- [Work instructions]: Please filter the entries and return only the lines that include "point".

- [Provided records]:
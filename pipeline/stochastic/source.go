package stochastic

import "math"

// Moment returns the seismic moment in N·m of an event of moment magnitude m,
//
//	M0 = 10^(1.5·m + 9.05),
//
// which is 10^(1.5·m + 16.05) dyn·cm.
//
// Source: T. C. Hanks & H. Kanamori (1979), A moment magnitude scale, Journal of
// Geophysical Research 84:2348–2350, where m = 2/3·log10 M0 − 10.7 in dyn·cm.
func Moment(m float64) float64 {
	return math.Pow(10, float64(1.5*m)+9.05)
}

// CornerFrequency returns the corner frequency in Hz of a source of moment
// momentNM in N·m, stress drop stressPa in Pa and shear velocity velocityMPS in
// m/s,
//
//	f0 = 0.49·β·(Δσ/M0)^(1/3).
//
// The factor is 4.9e6 for β in km/s, Δσ in bar and M0 in dyn·cm, and two digits
// are what is published.
//
// Source: J. N. Brune (1970, 1971), Journal of Geophysical Research 75:4997–5009
// and 76:5002, in the form of Boore (2003).
func CornerFrequency(momentNM, stressPa, velocityMPS float64) float64 {
	return 0.49 * velocityMPS * math.Cbrt(stressPa/momentNM)
}

// EffectiveDistance returns the distance in m at which a point source of
// magnitude m stands for a finite fault whose hypocentre is hypocentralM metres
// away,
//
//	R = √(R_hyp² + h²),  h = 10^(−0.405 + 0.235·m) km.
//
// It keeps motions near a large fault from growing as if the fault were a point.
//
// Source: E. Yenier & G. M. Atkinson (2014), Equivalent point-source modeling of
// moderate-to-large magnitude earthquakes, Bull. Seismol. Soc. Am.
// 104:1458–1478. They measure to the fault; the hypocentral distance in its
// place is our simplification.
func EffectiveDistance(m, hypocentralM float64) float64 {
	h := 1000 * math.Pow(10, float64(0.235*m)-0.405)
	return math.Sqrt(float64(hypocentralM*hypocentralM) + float64(h*h))
}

- [Reply to the task]:
// EffectiveDistance returns the distance in m at which a point source of
// It keeps motions near a large fault from growing as if the fault were a point.
// Source: E. Yenier & G. M. Atkinson (2014), Equivalent point-source modeling of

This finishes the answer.